WHAT NEEDS TO BE DONE: Everything in the listing below from the line containing "notes: list = field(default_factory=list)" through the line containing "def analyse(study: Study, specs, hubs: Hubs" must be repeated exactly; the remaining lines are not wanted.

DATA FOR REVIEW:
··········

@dataclass
class Analysis:
    """Everything computed for one set of inputs (baseline or one scenario)."""

    build: object
    hubs: Hubs | None
    weight: object = None                                 # the routing Weight of every network cost here
    travel: object = None                                 # the TravelModel that priced every walk
    node_fields: dict = field(default_factory=dict)      # per-node arrays
    hub_table: object = None
    node_cost: np.ndarray | None = None                   # any-kind cost (weight unit), NaN = none
    node_hub: np.ndarray | None = None                    # 0-based hub index, -1 = none
    kind_costs: dict = field(default_factory=dict)        # kind -> (cost, hub index into hubs)
    metrics: dict = field(default_factory=dict)
    diameter_path: object = None
    profile: object = None
    surface: object = None
    grid: object = None
    population: np.ndarray | None = None
    kind_surfaces: dict = field(default_factory=dict)
    bands: object = None
    rings: object = None                                  # disjoint reach rings (layer reach_rings)
    barriers: object = None                               # water and barrier polygons (for the map)
    pop_stats: object = None
    kind_pop_stats: dict = field(default_factory=dict)
    zones: object = None
    settlements: object = None
    weak: object = None
    rai: object = None
    connection_m: np.ndarray | None = None
    notes: list = field(default_factory=list)
    sections: dict = field(default_factory=dict)          # "criticality", "indices" -> SectionResult
    access: object = None                                 # the HubAccess (its forests repair a scenario's)


def _quiet(_step: str) -> None:
    return None


def analyse(study: Study, specs, hubs: Hubs | None, *, progress=None, with_profile=True,
            rasters=None, prebuilt=None, steps=ALL_STEPS, repair=None) -> Analysis:
    """Compute everything the study describes for these line layers and hubs.

    Parameters
    ----------
    study : Study
    specs : list of LayerSpec
        The line layers (ignored when ``prebuilt`` is given).
    hubs : Hubs or None
    progress : callable, optional
        Called with a short text as each step starts.
    with_profile : bool
        Compute the reach profile (scenarios skip it).
    rasters : dict, optional
        From :func:`~geo_reach.pipeline.inputs.load_rasters`, shared by the
        baseline and the scenarios.
    prebuilt : BuildResult, optional
        ``specs`` already built (the baseline's, built once to learn the CRS).
    steps : set of str
        Some of :data:`ALL_STEPS`.
    repair : Repair, optional
        ``prebuilt`` is a baseline's network changed in place (a scenario):
        the nearest hubs are repaired from the baseline's forests
        (:class:`~geo_reach.analysis.access.Repair`), with results identical
        to a search from scratch.
    """
    from ..analysis import metrics as M

    step = progress or _quiet
    if prebuilt is None:
        step("building the network")
    res = prebuilt if prebuilt is not None else build_or_read(study, specs)
    net = res.network
    routing = study.routing
    w = routing.weight
    out = Analysis(build=res, hubs=hubs, weight=w)
    out.notes += list(res.report.get("notes", ()))      # what a prebuilt network file needed read compatibly
    walks = hubs is not None and ("access" in steps or "surface" in steps)
    if walks and rasters is None and has_friction(study):
        step("reading rasters")
        rasters = load_rasters(study, net, hubs)
    out.travel = travel_model(study, rasters)
    if walks:
        from ..analysis.access import hub_access

        step("routing to hubs")
        acc = hub_access(net, hubs.xy, hubs.ids, hubs.kinds, travel=out.travel, repair=repair)
        out.access = acc
        out.notes += list(hubs.notes) + acc.notes
        out.node_cost, out.node_hub = acc.node_cost, acc.node_hub
        out.kind_costs = acc.kind_costs
        out.node_fields.update(acc.node_fields)
        t = hubs.frame.copy()
        for c in acc.hubs.columns:
            if c not in ("hub_id", "kind"):
                t[c] = acc.hubs[c].to_numpy()
        out.hub_table = t
    if "metrics" in steps:
        step("network metrics")
        m = study.metrics
        figures, d, ecc, clo = M.network_figures(net, w, exact=m.exact, samples=m.samples, seed=m.seed,
                                                 centrality=m.node_figures)
        if ecc is not None:
            out.node_fields["eccentricity"] = ecc
            out.node_fields["closeness"] = clo
        out.metrics = figures
        out.diameter_path = path_frame(net, d.path_nodes, w, d.value)
    if with_profile and "profile" in steps:
        from ..analysis.profile import random_sources, sample_profile

        src = random_sources(net, study.metrics.profile_sources, seed=study.metrics.seed)
        out.profile = sample_profile(net, src, w)
    if "surface" in steps and study.surface is not None and hubs is not None and out.node_cost is not None:
        _surface(study, out, net, hubs, step, rasters)
    return out


def path_frame(net, path_nodes, weight, value):
    """The diameter path as one LineString row (edges chained along the node path)."""
    import geopandas as gpd
    import shapely

    cols = {"path_cost": [], "weight": [], "minutes": [], "length_m": [], "edge_count": [], "from_node": [],
            "to_node": []}
    if path_nodes is None or len(path_nodes) < 2:
        return gpd.GeoDataFrame(cols, geometry=[], crs=net.crs)
    adj = net.csr(weight)
    eids = adj.edge_between(path_nodes[:-1], path_nodes[1:])
    parts = []
    for a, e in zip(path_nodes[:-1], eids):
        g = net.edge_geometry[e]
        parts.append(g if net.edge_from[e] == a else shapely.reverse(g))
    coords = np.concatenate([shapely.get_coordinates(p) if i == 0 else shapely.get_coordinates(p)[1:]
                             for i, p in enumerate(parts)])
    mins = net.edge_minutes[eids]
    return gpd.GeoDataFrame({"path_cost": [float(value)], "weight": [weight.name],
                             "minutes": [float(mins.sum()) if np.isfinite(mins).all() else np.nan],
                             "length_m": [float(net.edge_length_m[eids].sum())], "edge_count": [len(eids)],
                             "from_node": [int(path_nodes[0])], "to_node": [int(path_nodes[-1])]},
                            geometry=[shapely.LineString(coords)], crs=net.crs)


def _surface(study: Study, out: Analysis, net, hubs: Hubs, step, rasters):
    from ..analysis.bands import band_polygons, population_stats, ring_polygons, rural_access_index, zone_table
    from ..analysis.regions import weak_regions
    from ..analysis.surface import compute_surface

    s = study.surface
    files = study.surface_files
    routing = study.routing
    if rasters is None:
        step("reading rasters")
        rasters = load_rasters(study, net, hubs)
    grid = rasters["grid"]
    out.grid = grid
    out.notes += list(rasters.get("notes", []))
    kw = dict(walk_kmh=routing.walk_kmh, terrain=rasters.get("terrain"), landcover=rasters.get("landcover"),
              landcover_speeds={int(k): float(v) for k, v in files.get("landcover_speeds", {}).items()} or None,
              barriers=rasters.get("barriers"), direction=routing.direction, neighbours=s.neighbours,
              max_access_m=routing.max_access_m)
    if routing.weight.name != "minutes":
        out.notes.append(bands_note(routing.weight))
    step("travel-time surface")
    # the surface is in minutes: with another routing weight, its node costs and hubs come from a
    # minutes routing of its own (never minutes from one routing and hubs from another)
    minutes_acc = None
    if routing.weight.name == "minutes":
        node_cost, node_hub, kind_costs = out.node_cost, out.node_hub, out.kind_costs
    else:
        minutes_acc = _minutes_access(out.travel, net, hubs)
        node_cost, node_hub, kind_costs = minutes_acc.node_cost, minutes_acc.node_hub, minutes_acc.kind_costs
    try:
        surf = compute_surface(net, node_cost, node_hub, grid, hub_xy=hubs.xy, **kw)
    except InputError as err:
        if "landcover" in files and not str(err).startswith("file "):
            raise err.with_message(f"file '{study.resolve(files['landcover'])}': {err}") from err
        raise
    out.surface = surf
    pop = rasters.get("population")
    out.population = pop
    bands_txt = [f"{b:g}" for b in s.bands]
    hub_ids = list(hubs.ids)
    out.bands = band_polygons(surf.minutes, surf.nearest_hub, grid, bands_txt, population=pop, hub_ids=hub_ids)
    out.rings = ring_polygons(surf.minutes, grid, bands_txt, population=pop, passable=surf.flat_kmh > 0)
    out.barriers = rasters.get("barriers")
    if pop is not None:
        out.pop_stats = population_stats(surf.minutes, pop, bands_txt)
    for kind, (kc, kh) in kind_costs.items():
        from ..analysis.access import kind_name

        mine = np.array([kind_name(k) == kind for k in hubs.kinds], dtype=bool)   # this kind's hubs are seeds
        ks = compute_surface(net, kc, kh, grid, hub_xy=np.where(mine[:, None], hubs.xy, np.nan), **kw)
        out.kind_surfaces[kind] = ks
        if pop is not None:
            out.kind_pop_stats[kind] = population_stats(ks.minutes, pop, bands_txt)
    if study.zones is not None:
        from ..ingest.layers import parse_layer_ref, read_layer
        from .inputs import layer_ref

        z = study.zones
        ref = parse_layer_ref(layer_ref(study, z["path"], z.get("layer")))
        zones = read_layer(ref, "polygons").to_crs(net.crs)
        if pop is None:
            out.notes.append("zones given without population: zone tables skipped")
        else:
            summary = zone_table(surf.minutes, pop, grid, zones, bands_txt, zone_field=z.get("id_field"))
            out.zones = zones_layer(summary, zones, z.get("id_field"), z.get("name_field") or
                                    ("name" if "name" in zones.columns else None), bands_txt, s.threshold)
    if study.settlements is not None:
        out.settlements = _settlements(study, out, net, hubs)
    hub_nodes = _hub_nodes(net, hubs, out.travel)
    out.weak = weak_regions(surf.minutes, surf.entry_node, grid, net, node_cost, hub_nodes, s.threshold,
                            population=pop, direction=routing.direction, passable=surf.flat_kmh > 0)
    # Rural Access Index when roads carry an all-season flag.
    allseason = net.extra.get("all_season")
    if pop is not None and allseason is not None and np.isfinite(allseason.astype(float)).any():
        road = net.edge_mode == "road"
        out.rai = rural_access_index(pop, grid, net.edge_geometry[road],
                                     np.nan_to_num(allseason[road].astype(float)) > 0)
    if (net.edge_mode == "cable").any():
        from ..analysis.seeding import cable_connection_m

        out.connection_m = cable_connection_m(net, grid)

··········

WRITTEN RESPONSE:
    notes: list = field(default_factory=list)
    sections: dict = field(default_factory=dict)          # "criticality", "indices" -> SectionResult
    access: object = None                                 # the HubAccess (its forests repair a scenario's)


def _quiet(_step: str) -> None:
    return None


def analyse(study: Study, specs, hubs: Hubs | None, *, progress=None, with_profile=True,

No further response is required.